I was provided with a copy of this book for my honest review. In the psychological thriller Method 15/33 by Shannon Kirk, kidnappers are working in concert to abduct pregnant teen girls. Federal agents are stumped with very few leads to follow and very little manpower with only two agents assigned to the case.
One of the abductees, a cunning teenage science prodigy in the seventh month of her pregnancy, was snatched off of the road into a filthy van on her way to school, walking alone. Her case is handed off to the wrong department; law enforcement thinks she’s a runaway, not an abductee, and no one asks for a ransom. We soon learn that the kidnappers are not after money; they are ruthlessly and violently collecting the children of the victims.
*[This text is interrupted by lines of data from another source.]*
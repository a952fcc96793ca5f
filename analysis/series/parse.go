package series

import (
	"fmt"
	"strconv"
	"strings"
	"unicode/utf8"
)

// ExprError is a syntax error in an expression: Pos is the 1-based
// character position where the problem was found.
type ExprError struct {
	Expr string
	Pos  int
	Msg  string
}

func (e *ExprError) Error() string {
	return fmt.Sprintf("expression %q, position %d: %s", clip(e.Expr, 60), e.Pos, e.Msg)
}

// ParseExpr parses a series expression:
//
//	expr    = term { ("+" | "-") term }
//	term    = unary { ("*" | "/") unary }
//	unary   = ("-" | "+") unary | power
//	power   = primary [ "^" unary ]          (right-associative)
//	primary = number | column | call | "(" expr ")"
//	column  = letter-or-_ { letter | digit | _ | . }  |  "`" any "`"
//	call    = name "(" expr [ "," integer ] ")"
//
// Functions: log, exp, abs, sqrt; diff(x) = diff(x, 1), diff(x, k) =
// x − lag(x, k); dlog(x) = diff(log(x)); lag(x) = lag(x, 1), lag(x, k)
// with k < 0 a lead; sdiff(x, s) = x − lag(x, s). Inside backquotes a
// doubled backquote stands for one. Errors are *ExprError.
func ParseExpr(s string) (Expr, error) {
	p := &parser{src: s}
	p.next()
	e, err := p.expr()
	if err != nil {
		return nil, err
	}
	if p.tok.kind != tEOF {
		return nil, p.fail("expected an operator or the end, found %s", p.tok.describe())
	}
	return e, nil
}

type tokKind int

const (
	tEOF tokKind = iota
	tNum
	tName   // plain name
	tQuoted // `quoted name`
	tOp     // + - * / ^ ( ) ,
	tBad
)

type token struct {
	kind tokKind
	text string
	pos  int // 1-based character position
	num  float64
}

func (t token) describe() string {
	switch t.kind {
	case tEOF:
		return "the end of the expression"
	case tNum:
		return "number " + t.text
	case tName, tQuoted:
		return "name " + strconv.Quote(t.text)
	}
	return strconv.Quote(t.text)
}

type parser struct {
	src   string
	off   int // byte offset of the next token
	tok   token
	level int // nesting of parentheses, calls and unary operators
}

// enter counts one more level of nesting, refusing absurd depths.
func (p *parser) enter() error {
	p.level++
	if p.level > maxDepth {
		return p.fail("expression nested too deeply (more than %d levels)", maxDepth)
	}
	return nil
}

func (p *parser) fail(format string, args ...any) *ExprError {
	return &ExprError{Expr: p.src, Pos: p.tok.pos, Msg: fmt.Sprintf(format, args...)}
}

// position is the 1-based character position of byte offset off.
func (p *parser) position(off int) int { return utf8.RuneCountInString(p.src[:off]) + 1 }

// next reads the next token into p.tok.
func (p *parser) next() {
	s := p.src
	for p.off < len(s) && (s[p.off] == ' ' || s[p.off] == '\t' || s[p.off] == '\n' || s[p.off] == '\r') {
		p.off++
	}
	start := p.off
	t := token{pos: p.position(start)}
	if start == len(s) {
		t.kind = tEOF
		p.tok = t
		return
	}
	c := s[start]
	switch {
	case c >= '0' && c <= '9' || c == '.' && start+1 < len(s) && s[start+1] >= '0' && s[start+1] <= '9':
		i := start
		for i < len(s) && (s[i] >= '0' && s[i] <= '9' || s[i] == '.') {
			i++
		}
		if i < len(s) && (s[i] == 'e' || s[i] == 'E') {
			j := i + 1
			if j < len(s) && (s[j] == '+' || s[j] == '-') {
				j++
			}
			if j < len(s) && s[j] >= '0' && s[j] <= '9' {
				for j < len(s) && s[j] >= '0' && s[j] <= '9' {
					j++
				}
				i = j
			}
		}
		t.kind, t.text = tNum, s[start:i]
		p.off = i
	case c == '_' || isLetter(rune(c)):
		i := start + 1
		for i < len(s) && (s[i] == '_' || s[i] == '.' || isLetter(rune(s[i])) || s[i] >= '0' && s[i] <= '9') {
			i++
		}
		t.kind, t.text = tName, s[start:i]
		p.off = i
	case c == '`':
		var b strings.Builder
		i := start + 1
		for {
			j := strings.IndexByte(s[i:], '`')
			if j < 0 {
				t.kind, t.text = tBad, "`"
				p.off = len(s)
				p.tok = t
				return
			}
			b.WriteString(s[i : i+j])
			i += j + 1
			if i < len(s) && s[i] == '`' {
				b.WriteByte('`')
				i++
				continue
			}
			break
		}
		t.kind, t.text = tQuoted, b.String()
		p.off = i
	case strings.IndexByte("+-*/^(),", c) >= 0:
		t.kind, t.text = tOp, s[start:start+1]
		p.off = start + 1
	default:
		r, n := utf8.DecodeRuneInString(s[start:])
		t.kind, t.text = tBad, string(r)
		p.off = start + n
	}
	p.tok = t
}

func (p *parser) isOp(op string) bool { return p.tok.kind == tOp && p.tok.text == op }

func (p *parser) expr() (Expr, error) {
	x, err := p.term()
	if err != nil {
		return nil, err
	}
	for p.isOp("+") || p.isOp("-") {
		op := p.tok.text[0]
		p.next()
		y, err := p.term()
		if err != nil {
			return nil, err
		}
		x = Binary{Op: op, X: x, Y: y}
	}
	return x, nil
}

func (p *parser) term() (Expr, error) {
	x, err := p.unary()
	if err != nil {
		return nil, err
	}
	for p.isOp("*") || p.isOp("/") {
		op := p.tok.text[0]
		p.next()
		y, err := p.unary()
		if err != nil {
			return nil, err
		}
		x = Binary{Op: op, X: x, Y: y}
	}
	return x, nil
}

func (p *parser) unary() (Expr, error) {
	if err := p.enter(); err != nil {
		return nil, err
	}
	defer func() { p.level-- }()
	if p.isOp("-") {
		p.next()
		x, err := p.unary()
		if err != nil {
			return nil, err
		}
		return Neg{X: x}, nil
	}
	if p.isOp("+") {
		p.next()
		return p.unary()
	}
	return p.power()
}

func (p *parser) power() (Expr, error) {
	x, err := p.primary()
	if err != nil {
		return nil, err
	}
	if p.isOp("^") {
		p.next()
		y, err := p.unary()
		if err != nil {
			return nil, err
		}
		return Binary{Op: '^', X: x, Y: y}, nil
	}
	return x, nil
}

// maxDepth bounds the nesting of parentheses and unary operators.
const maxDepth = 200

func (p *parser) primary() (Expr, error) {
	t := p.tok
	switch t.kind {
	case tNum:
		v, plain, err := plainNumber(t.text)
		if !plain {
			return nil, p.fail("malformed number %q", t.text)
		}
		if err != nil {
			return nil, p.fail("number %s is too large", t.text)
		}
		p.next()
		return Number{Value: v}, nil
	case tQuoted:
		if t.text == "" {
			return nil, p.fail("empty column name ``")
		}
		p.next()
		return ColumnRef{Name: t.text}, nil
	case tName:
		p.next()
		if p.isOp("(") {
			return p.call(t)
		}
		return ColumnRef{Name: t.text}, nil
	case tOp:
		if t.text == "(" {
			p.next()
			x, err := p.expr()
			if err != nil {
				return nil, err
			}
			if !p.isOp(")") {
				return nil, p.fail("expected \")\" to close the \"(\" at position %d, found %s", t.pos, p.tok.describe())
			}
			p.next()
			return x, nil
		}
	case tBad:
		if t.text == "`" {
			return nil, p.fail("unclosed backquote")
		}
		return nil, p.fail("unexpected character %q", t.text)
	}
	return nil, p.fail("expected a number, a column name, a function or \"(\", found %s", t.describe())
}

// funcs lists the functions: whether they take an integer parameter
// (and whether it is required), and its default.
var funcs = map[string]struct {
	param    bool // takes an integer parameter
	required bool
	def      int
	positive bool // parameter must be ≥ 1
}{
	"log":   {},
	"exp":   {},
	"abs":   {},
	"sqrt":  {},
	"dlog":  {},
	"diff":  {param: true, def: 1, positive: true},
	"lag":   {param: true, def: 1},
	"sdiff": {param: true, required: true, positive: true},
}

func (p *parser) call(name token) (Expr, error) {
	fn, ok := funcs[name.text]
	if !ok {
		return nil, &ExprError{Expr: p.src, Pos: name.pos, Msg: fmt.Sprintf("unknown function %q (known: abs, diff, dlog, exp, lag, log, sdiff, sqrt)", name.text)}
	}
	open := p.tok
	p.next() // (
	x, err := p.expr()
	if err != nil {
		return nil, err
	}
	k := fn.def
	if p.isOp(",") {
		if !fn.param {
			return nil, p.fail("%s takes one argument", name.text)
		}
		p.next()
		neg := false
		if p.isOp("-") {
			neg = true
			p.next()
		}
		if p.tok.kind != tNum {
			return nil, p.fail("expected a whole number of periods for %s, found %s", name.text, p.tok.describe())
		}
		n, err := strconv.Atoi(p.tok.text)
		if err != nil || n > 1e6 {
			return nil, p.fail("expected a whole number of periods for %s (at most 1000000), found %s", name.text, p.tok.describe())
		}
		if neg {
			n = -n
		}
		if fn.positive && n < 1 {
			return nil, p.fail("%s needs a number of periods of at least 1, found %d", name.text, n)
		}
		k = n
		p.next()
	} else if fn.required {
		return nil, p.fail("expected \",\" and the number of periods for %s, found %s", name.text, p.tok.describe())
	}
	if !p.isOp(")") {
		return nil, p.fail("expected \")\" to close %s( at position %d, found %s", name.text, open.pos, p.tok.describe())
	}
	p.next()
	if !fn.param {
		k = 0
	}
	return Call{Func: name.text, X: x, K: k}, nil
}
The book’s focus is on one abductee’s ability to coldly calculate the assets available to her within her surroundings to concoct a plan that will help her and her unborn child escape with their lives while simultaneously exacting revenge upon the perpetrators. Having trained herself over the course of her life to be able to turn on and off her emotions like a switch so that she doesn’t have to feel anything that might be potentially painful for her to process and deal with, the girl studies her jailer with scientific precision until she is sure of his movements, behaviors, flaws, and weaknesses, and plots her method of escape and revenge. Sadly, she has no clue what’s happening in the rest of the house once she makes it out of that room.
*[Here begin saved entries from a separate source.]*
package series

import (
	"fmt"
	"sort"
	"strings"
)

// Window is a sample restriction, an inclusive range of dates with
// either end possibly open.
type Window struct {
	From, To       Date
	HasFrom, HasTo bool
}

// ParseWindow reads "FROM..TO", "FROM.." or "..TO", each end a date in
// any form ParseDate accepts, or an observation number for undated
// data. Both ends must have the same frequency and FROM must not be
// later than TO.
func ParseWindow(s string) (Window, error) {
	var w Window
	i := strings.Index(s, "..")
	if i < 0 {
		return w, fmt.Errorf("sample %q: expected FROM..TO, FROM.. or ..TO", clip(s, 40))
	}
	from, to := trimSpace(s[:i]), trimSpace(s[i+2:])
	if from == "" && to == "" {
		return w, fmt.Errorf("sample %q: give at least one end (FROM..TO, FROM.. or ..TO)", clip(s, 40))
	}
	var err error
	if from != "" {
		if w.From, err = parseEnd(from); err != nil {
			return w, fmt.Errorf("sample %q: start: %v", clip(s, 40), err)
		}
		w.HasFrom = true
	}
	if to != "" {
		if w.To, err = parseEnd(to); err != nil {
			return w, fmt.Errorf("sample %q: end: %v", clip(s, 40), err)
		}
		w.HasTo = true
	}
	if w.HasFrom && w.HasTo {
		// A four-digit number is a year, unless the other end is an
		// observation number.
		if w.From.Freq == Undated && w.To.Freq == Annual {
			w.To = Date{Freq: Undated, Sub: w.To.Year}
		}
		if w.To.Freq == Undated && w.From.Freq == Annual {
			w.From = Date{Freq: Undated, Sub: w.From.Year}
		}
		if w.From.Freq != w.To.Freq {
			return w, fmt.Errorf("sample %q: the start is %s but the end is %s", clip(s, 40), w.From.Freq, w.To.Freq)
		}
		if w.To.Before(w.From) {
			return w, fmt.Errorf("sample %q: the start is later than the end", clip(s, 40))
		}
	}
	return w, nil
}

// parseEnd reads one end of a window: a date, or a positive whole
// number for an observation of undated data.
func parseEnd(s string) (Date, error) {
	if d, ok := parseDate(s); ok {
		return d, nil
	}
	if n, ok := digits(s); ok && n >= 1 {
		return Date{Freq: Undated, Sub: n}, nil
	}
	return ParseDate(s)
}

// String writes the window back in the FROM..TO form.
func (w Window) String() string {
	var b strings.Builder
	if w.HasFrom {
		b.WriteString(w.From.String())
	}
	b.WriteString("..")
	if w.HasTo {
		b.WriteString(w.To.String())
	}
	return b.String()
}

// Bounds finds the rows dates[lo:hi] inside the window. It is an error
// if the window has another frequency than the dates (a year is taken
// as an observation number for undated data), reaches before the first
// or after the last date, or holds no date at all; the message names
// the data's range.
func (w Window) Bounds(dates []Date) (lo, hi int, err error) {
	n := len(dates)
	if n == 0 {
		return 0, 0, fmt.Errorf("sample %s: there are no data", w)
	}
	first, last := dates[0], dates[n-1]
	span := fmt.Sprintf("%s to %s", first, last)
	from, to := w.From, w.To
	for _, d := range []*Date{&from, &to} {
		if first.Freq == Undated && d.Freq == Annual {
			*d = Date{Freq: Undated, Sub: d.Year}
		}
	}
	if (w.HasFrom && from.Freq != first.Freq) || (w.HasTo && to.Freq != first.Freq) {
		f := from.Freq
		if !w.HasFrom {
			f = to.Freq
		}
		return 0, 0, fmt.Errorf("sample %s is %s but the data are %s (%s)", w, f, first.Freq, span)
	}
	lo, hi = 0, n
	if w.HasFrom {
		if from.Before(first) {
			return 0, 0, fmt.Errorf("sample %s starts before the data, which run from %s", w, span)
		}
		if last.Before(from) {
			return 0, 0, fmt.Errorf("sample %s starts after the data, which run from %s", w, span)
		}
		lo = sort.Search(n, func(i int) bool { return !dates[i].Before(from) })
	}
	if w.HasTo {
		if last.Before(to) {
			return 0, 0, fmt.Errorf("sample %s ends after the data, which run from %s", w, span)
		}
		if to.Before(first) {
			return 0, 0, fmt.Errorf("sample %s ends before the data, which run from %s", w, span)
		}
		hi = sort.Search(n, func(i int) bool { return to.Before(dates[i]) })
	}
	if lo >= hi {
		return 0, 0, fmt.Errorf("sample %s holds no observation of the data (%s)", w, span)
	}
	return lo, hi, nil
}

// Clip moves the ends of the window that reach past the dates to the
// first or the last date: a sample written for the current data, used
// on an earlier and shorter vintage of them. moved reports whether an
// end moved. A window of another frequency than the dates, or one that
// would hold no date once clipped, is returned unchanged (Bounds then
// reports it).
func (w Window) Clip(dates []Date) (c Window, moved bool) {
	n := len(dates)
	if n == 0 {
		return w, false
	}
	first, last := dates[0], dates[n-1]
	if (w.HasFrom && w.From.Freq != first.Freq) || (w.HasTo && w.To.Freq != first.Freq) {
		return w, false
	}
	if (w.HasFrom && last.Before(w.From)) || (w.HasTo && w.To.Before(first)) {
		return w, false
	}
	c = w
	if w.HasFrom && w.From.Before(first) {
		c.From, moved = first, true
	}
	if w.HasTo && last.Before(w.To) {
		c.To, moved = last, true
	}
	return c, moved
}

// Apply restricts a series to the window (see Bounds for the errors).
// The result's Values are a copy; its Dates share s.Dates.
func (w Window) Apply(s *Series) (*Series, error) {
	lo, hi, err := w.Bounds(s.Dates)
	if err != nil {
		return nil, fmt.Errorf("%s: %w", s.Name, err)
	}
	return &Series{Name: s.Name, Dates: s.Dates[lo:hi], Values: append([]float64(nil), s.Values[lo:hi]...)}, nil
}

// ApplyAll restricts each series to the window.
func (w Window) ApplyAll(ss []*Series) ([]*Series, error) {
	out := make([]*Series, len(ss))
	for i, s := range ss {
		r, err := w.Apply(s)
		if err != nil {
			return nil, err
		}
		out[i] = r
	}
	return out, nil
}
We learn more about the FBI agents who are assigned to the case, their backgrounds, why they decided on the career paths they chose, and why certain aspects of the cases they solve are personal for them. We learn through their interactions and observations what their lives are like, and by the time we see their paths cross with the abducted girl who has delivered on nothing short of a Rube Goldberg machine of death, we understand how all of their various gifts could work in concert to bring down the kidnapping ring in a low manpower scenario without any backup on the way.
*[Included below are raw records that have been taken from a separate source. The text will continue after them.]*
package series

import (
	"math"
	"strings"
	"testing"
)

func mkSeries(t *testing.T, name, spec string, vals ...float64) *Series {
	t.Helper()
	// spec is the first date; dates are consecutive periods
	d, err := ParseDate(spec)
	if err != nil {
		t.Fatal(err)
	}
	s := &Series{Name: name}
	for i, v := range vals {
		s.Dates = append(s.Dates, d.Add(i))
		s.Values = append(s.Values, v)
	}
	return s
}

func TestAlignSameFrame(t *testing.T) {
	f, err := ReadCSV(stringsReader(evalCSV), "e.csv")
	if err != nil {
		t.Fatal(err)
	}
	var ss []*Series
	for _, src := range []string{"dlog(x)", "lag(x, -1)"} {
		e, _ := ParseExpr(src)
		s, err := Eval(e, f)
		if err != nil {
			t.Fatal(err)
		}
		ss = append(ss, s)
	}
	// dlog(x) is missing in 2000Q1, lag(x, -1) in 2001Q1: both trimmed
	a, err := Align(ss)
	if err != nil {
		t.Fatal(err)
	}
	if a.Len() != 3 || a.Dates[0].String() != "2000Q2" || a.Dates[2].String() != "2000Q4" {
		t.Errorf("dates %v", a.Dates)
	}
	if !equalFloats(a.Values[1], []float64{4, 8, 16}) || a.Names[0] != "dlog(x)" {
		t.Errorf("values %v names %v", a.Values, a.Names)
	}
	// y is missing in 2000Q3, inside the sample
	y, _ := f.Series("y")
	_, err = AlignWith([]*Series{ss[0], y}, AlignOptions{Frame: f})
	want := "e.csv:4: y has no value on 2000Q3, inside the common sample 2000Q2 to 2001Q1 (fill the gap, or shorten the sample)"
	if err == nil || err.Error() != want {
		t.Errorf("got %v\nwant %s", err, want)
	}
	_, err = Align([]*Series{y})
	want = "y has no value on 2000Q3, inside the common sample 2000Q1 to 2001Q1 (fill the gap, or shorten the sample)"
	if err == nil || err.Error() != want {
		t.Errorf("got %v\nwant %s", err, want)
	}
	a, err = AlignWith([]*Series{ss[0], y}, AlignOptions{DropMissing: true})
	if err != nil || a.Len() != 3 || len(a.Dropped) != 1 || a.Dropped[0].String() != "2000Q3" || a.Dates[1].String() != "2000Q4" {
		t.Errorf("DropMissing: %+v %v", a, err)
	}
}

func TestAlignIntersect(t *testing.T) {
	a := mkSeries(t, "a", "1990Q1", 1, 2, 3, 4, 5, 6)
	b := mkSeries(t, "b", "1990Q3", 30, 40, 50, 60, 70, 80)
	c := mkSeries(t, "c", "1990Q2", nan, 300, 400, 500, nan)
	al, err := Align([]*Series{a, b, c})
	if err != nil {
		t.Fatal(err)
	}
	// common dates 1990Q3–1991Q2; c is missing in 1991Q2 → trimmed
	if al.Len() != 3 || al.Dates[0].String() != "1990Q3" || al.Dates[2].String() != "1991Q1" {
		t.Fatalf("dates %v", al.Dates)
	}
	if !equalFloats(al.Values[0], []float64{3, 4, 5}) || !equalFloats(al.Values[1], []float64{30, 40, 50}) || !equalFloats(al.Values[2], []float64{300, 400, 500}) {
		t.Errorf("values %v", al.Values)
	}
	bad := []struct {
		ss   []*Series
		want string
	}{
		{nil, "series: nothing to align"},
		{[]*Series{a, mkSeries(t, "m", "1990-01", 1, 2)}, "series m is monthly but a is quarterly"},
		{[]*Series{a, mkSeries(t, "late", "2000Q1", 1, 2)}, "no date on which all of a, late have a value"},
		{[]*Series{mkSeries(t, "e", "1990", nan, nan)}, "no date on which all of e have a value"},
		{[]*Series{{Name: "broken", Values: []float64{1}}}, "series: malformed series (values and dates differ in number)"},
	}
	for _, tc := range bad {
		_, err := Align(tc.ss)
		if err == nil || err.Error() != tc.want {
			t.Errorf("got %v\nwant %s", err, tc.want)
		}
	}
}

func TestContiguous(t *testing.T) {
	s := mkSeries(t, "s", "2000-01", nan, nan, 1, 2, 3, nan)
	v, d, err := Contiguous(s)
	if err != nil || !equalFloats(v, []float64{1, 2, 3}) || d[0].String() != "2000-03" || len(d) != 3 {
		t.Errorf("got %v %v %v", v, d, err)
	}
	s = mkSeries(t, "s", "2000-01", 1, nan, 3)
	if _, _, err := Contiguous(s); err == nil || err.Error() != "s has no value on 2000-02, inside the common sample 2000-01 to 2000-03 (fill the gap, or shorten the sample)" {
		t.Errorf("got %v", err)
	}
}

// TestAlignSharedWindow: series on one date axis with missing values
// only at the ends come back as the window of complete dates (the
// shared-axis path), and with an interior gap as before (an error, or
// the date dropped).
func TestAlignSharedWindow(t *testing.T) {
	nan := math.NaN()
	dates := make([]Date, 6)
	for i := range dates {
		dates[i] = Date{Freq: Annual, Year: 2000 + i, Sub: 1}
	}
	other := append([]Date(nil), dates...) // equal, not the same slice
	a := &Series{Name: "a", Dates: dates, Values: []float64{nan, 1, 2, 3, 4, nan}}
	b := &Series{Name: "b", Dates: other, Values: []float64{0, nan, 5, 6, 7, 8}}
	al, err := Align([]*Series{a, b})
	if err != nil {
		t.Fatal(err)
	}
	if len(al.Dates) != 3 || al.Dates[0].Year != 2002 || al.Dates[2].Year != 2004 ||
		!equalFloats(al.Values[0], []float64{2, 3, 4}) || !equalFloats(al.Values[1], []float64{5, 6, 7}) || al.Dropped != nil {
		t.Fatalf("got %+v", al)
	}
	al.Values[0][0] = 99
	if a.Values[2] != 2 {
		t.Error("the aligned values share the series' storage")
	}
	b.Values[3] = nan
	if _, err := Align([]*Series{a, b}); err == nil || !strings.Contains(err.Error(), "2003") {
		t.Errorf("interior gap: err = %v", err)
	}
	al, err = AlignWith([]*Series{a, b}, AlignOptions{DropMissing: true})
	if err != nil || len(al.Dates) != 2 || len(al.Dropped) != 1 || al.Dropped[0].Year != 2003 {
		t.Errorf("dropped: %+v, %v", al, err)
	}
}

// TestAlignOwned: series on one date axis come back as windows of their
// own values when the caller gives them away, and as copies otherwise.
func TestAlignOwned(t *testing.T) {
	dates := []Date{{Freq: Monthly, Year: 2001, Sub: 1}, {Freq: Monthly, Year: 2001, Sub: 2}, {Freq: Monthly, Year: 2001, Sub: 3}}
	a := &Series{Name: "a", Dates: dates, Values: []float64{math.NaN(), 2, 3}}
	b := &Series{Name: "b", Dates: dates, Values: []float64{4, 5, 6}}
	for _, owned := range []bool{false, true} {
		al, err := AlignWith([]*Series{a, b}, AlignOptions{Owned: owned})
		if err != nil {
			t.Fatal(err)
		}
		if len(al.Values[0]) != 2 || al.Values[0][0] != 2 || al.Values[1][1] != 6 {
			t.Fatalf("owned %v: %v", owned, al.Values)
		}
		if shared := &al.Values[0][0] == &a.Values[1]; shared != owned {
			t.Errorf("owned %v: values shared with the input: %v", owned, shared)
		}
		if owned && cap(al.Values[1]) != len(al.Values[1]) {
			t.Error("a window's capacity reaches past it")
		}
	}
}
I highly recommend this book. I liked it up until the epilogue which seems to tie things up a little too neatly for my tastes – with a main character so hell-bent on having complete scientific control of the world around her, I would have liked to see her character arc affected by the chaos of the world around her and ultimately see her grow from that interaction rather than to have her need for control over the environment work out so well for her that her experience only serves to validate the compulsion. Still, this is a gripping page-turner and a great read as you try to picture what you would do in her shoes, growing attached to the girl and hoping for the best for her, her unborn child, and her family.
Method 15/33 is Shannon Kirk’s first novel. A Suffolk Law School alum, a practicing Massachusetts attorney, and a law professor, she has been honored three times by the Faulkner Society in the William Faulkner-William Wisdom Creative Writing Competition.